--- DATA RECORDS ---
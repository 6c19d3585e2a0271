"""A form described as data: fields, nested groups and repeating groups, in the order a crew reads
the documents; and the two conversions between the texts typed in a form and the mapping the
data file holds.

The texts of a form are a tree like the file: a dict of field texts, a dict for a nested group,
a list of dicts for a repeating group. `to_mapping` turns it into the file's mapping (each field
read by `briefer.tui.forms.values`) and records which field wrote each dotted path of the file, so
that the loader's messages can be shown beside the field they are about.

No Textual import here.
"""

from __future__ import annotations

import copy
from collections.abc import Callable, Mapping, Sequence
from briefer._dataclass import dataclass, field
from typing import Any, Union

from briefer.model import join_path
from briefer.tui.forms import values as v

FormPath = tuple[Union[str, int], ...]
"""Where a text lives in the form's tree: ('configurations', 0, 'vref_kt')."""


@dataclass(frozen=True, slots=True)
class Field:
    """One text field.

    Attributes:
        key: Its key in the form's tree (and in the file, for the simple kinds).
        label: What the crew reads (the chart's or the flight manual's word).
        kind: How its text is read: 'text', 'number', 'minimum' (MDA or NA), 'visibility',
            'flag' (yes/no), 'sector', 'choice'.
        unit: The unit shown beside the field (and accepted as a suffix).
        width: Input width in cells.
        hint: Placeholder (an example, or the default the chart leaves out).
        alt: Other typed units: unit -> (file key, factor).
        owns: The file keys this field writes (default: its key).
        reveal: Shown only when it holds text as the form is built: a form the chart does not
            print but a file may hold (latitude/longitude of an imported or hand-written
            airfield), kept and editable, out of the way of a crew entering the chart's numbers.
        chart: A chart number placing a point (heading, length, distance, bearing...): left out
            where the point is given by latitude/longitude instead, unless it holds text.
    """

    key: str
    label: str
    kind: str = "text"
    unit: str = ""
    width: int = 10
    hint: str = ""
    alt: Mapping[str, tuple[str, float]] = field(default_factory=dict)
    owns: tuple[str, ...] = ()
    reveal: bool = False
    chart: bool = False

    @property
    def file_keys(self) -> tuple[str, ...]:
        if self.owns:
            return self.owns
        return (self.key,) + tuple(k for k, _ in self.alt.values())

    def read(self, text: str) -> dict[str, Any]:
        """The file entries this text gives (raises `values.FormTextError`)."""
        kind = self.kind
        if kind == "number":
            return v.read_number(text, self.unit, alt=self.alt, key=self.key)
        if kind == "minimum":
            return v.read_minimum(text)
        if kind == "visibility":
            return v.read_visibility(text)
        if kind == "flag":
            return v.read_flag(text, self.key)
        if kind == "sector":
            return v.read_sector(text)
        if kind == "variation":
            return v.read_variation(text)
        t = text.strip()
        if kind == "choice":
            t = t.lower()
        return {self.key: t} if t else {}

    def show(self, data: Mapping[str, Any]) -> str:
        """The text this field shows for a file mapping."""
        kind = self.kind
        if kind == "minimum":
            return v.minimum_text(data)
        if kind == "visibility":
            return v.visibility_text(data)
        if kind == "sector":
            return v.sector_text(data)
        if kind == "variation":
            return v.variation_text(data.get(self.key)) if data.get(self.key) is not None else ""
        for key in self.file_keys:
            if data.get(key) is not None:
                value = data[key]
                for unit, (alt_key, _) in self.alt.items():
                    if key == alt_key:
                        return f"{v.number_text(value)} {unit}"
                return v.number_text(value)
        return ""


Check = Callable[[Any, str], Any]
"""A model reader of the loader, `(mapping, dotted path) -> model`, raising `FieldError`."""


@dataclass(frozen=True, slots=True)
class Group:
    """A nested mapping under `key` (or, with key None, a heading over fields of the same mapping).

    Attributes:
        optional: Left out of the file when every field in it is empty.
        check: The loader's reader of this mapping, to check it on its own.
    """

    key: str | None
    title: str
    items: tuple[Item, ...]
    optional: bool = False
    check: Check | None = None
    note: str = ""
    chart: bool = False


@dataclass(frozen=True, slots=True)
class Repeat:
    """A repeating group: a list of mappings (or a mapping keyed by the field `by`, as the file's
    per-category minimums are).

    Attributes:
        item_title: 'Configuration', 'Runway'... (numbered on screen).
        row: Shown as one short row per item (else as a block of fields).
        check: The loader's reader of one item (`(mapping, path)`; with `by`, the item's key is
            passed first: `(key, mapping, path)`).
        new_item: Texts of a new item, given the items already there.
        optional: Left out of the file when empty.
    """

    key: str
    title: str
    item_title: str
    items: tuple[Field, ...] | tuple[Item, ...]
    row: bool = False
    by: str | None = None
    check: Callable[..., Any] | None = None
    new_item: Callable[[Sequence[Mapping[str, Any]]], dict[str, Any]] | None = None
    optional: bool = False
    note: str = ""
    chart: bool = False


Item = Union[Field, Group, Repeat]


def _latlon_given(texts: Mapping[str, Any]) -> bool:
    """The mapping's point is given by latitude/longitude (a runway: its threshold A's)."""
    a = texts.get("threshold_a")
    return not _empty(texts.get("lat_deg", "")) or (isinstance(a, Mapping) and not _empty(a.get("lat_deg", "")))


def shown(item: Item, texts: Mapping[str, Any]) -> bool:
    """Whether an item gets its lines in the mapping whose texts are `texts`: not a field shown
    only when it holds text (`Field.reveal`), nor a chart placement of a point given by
    latitude/longitude (`chart`), while it holds no text."""
    if item.key is None:
        return True
    empty = _empty(texts.get(item.key, ""))
    if empty and isinstance(item, Field) and item.reveal:
        return False
    return not (empty and item.chart and _latlon_given(texts))


@dataclass(frozen=True, slots=True)
class FormSpec:
    """A whole form: what it edits and how the file is checked.

    Attributes:
        kind: The file kind ('aircraft-profile', 'airfield').
        title: 'Aircraft profile'.
        items: Top-level items in document order.
        read_model: The loader's reader of the whole mapping (`Model.from_mapping`).
        name_key: The file key that names the file ('name', 'ident').
        header: The file's first keys (kind, format_version).
        independent: Top-level lists whose items do not refer to each other (approaches,
            obstacles): a cross-field message in one does not hide those of the others.
    """

    kind: str
    title: str
    items: tuple[Item, ...]
    read_model: Callable[[Any], Any]
    name_key: str
    header: Mapping[str, Any] = field(default_factory=dict)
    independent: tuple[str, ...] = ()
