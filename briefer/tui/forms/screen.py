"""The form screen: one column of labelled fields in the documents' order, the loader's message
beside each field, a side panel drawn from what is entered, the save path at the bottom.

Keys: Tab / shift+Tab move between fields, ctrl+n adds a row to the group the cursor is in
(the "+ add" buttons too), ctrl+r removes the row the cursor is in, ctrl+s saves, Esc closes
(asking first when something is not saved).
"""

from __future__ import annotations

import copy
from collections.abc import Callable
from briefer._dataclass import dataclass
from pathlib import Path
from typing import Any

from rich.cells import cell_len
from rich.text import Text
from textual import events, on
from textual.app import ComposeResult
from textual.binding import Binding
from textual.containers import Horizontal, Vertical, VerticalScroll
from textual.content import Content
from textual.screen import ModalScreen, Screen
from textual.widget import Widget
from textual.widgets import Button, Footer, Input, Label, Static

from briefer.tui.forms.check import Checker, Verdict
from briefer.tui.widgets._typing_input import TypingInput
from briefer.tui.forms.spec import Field, FormPath, FormSpec, Group, Item, Repeat, blank_texts, new_row, shown
from briefer.tui.forms.store import SaveError, Target, file_name, save_model, target_folder

ERROR_MARK = "✗ "
LABEL_WIDTH = 17
UNIT_WIDTH = 4
"""A field line's columns: the label's, then the unit's after the input (a blank, then the unit)."""
CHECK_DELAY_S = 0.08

SidePainter = Callable[[Verdict, int, int, bool], Any]
"""(verdict, width, height, ascii) -> a Rich renderable for the side panel."""


@dataclass(frozen=True, slots=True)
class Saved:
    """What a form saved: the file kind, the model (as the loader read it back) and the path."""

    kind: str
    model: Any
    path: Path


def widget_id(prefix: str, fpath: FormPath) -> str:
    return prefix + "-" + "-".join(str(p) for p in fpath) if fpath else prefix


class _StyledOnMount:
    """A form widget whose class changes restyle it only once it is on the screen: mounting
    applies the stylesheet to it whole, so the classes set while the form is built (an Input's
    own '-valid' and '-textual-compact', the verdict's '-error' ...) cost nothing until then."""

    def update_node_styles(self, animate: bool = True) -> None:
        if self.is_attached:                                # type: ignore[attr-defined]
            super().update_node_styles(animate=animate)     # type: ignore[misc]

--- REQUIRED ACTION ---
Exactly as written, please reproduce the lines from the first line of the data to the line containing "a list of dicts", inclusive, and nothing else.

--- ANSWER TO THIS PROBLEM ---
repository 6c19d3585e2a0271
"""A form described as data: fields, nested groups and repeating groups, in the order a crew reads
the documents; and the two conversions between the texts typed in a form and the mapping the
data file holds.

The texts of a form are a tree like the file: a dict of field texts, a dict for a nested group,
a list of dicts for a repeating group. `to_mapping` turns it into the file's mapping (each field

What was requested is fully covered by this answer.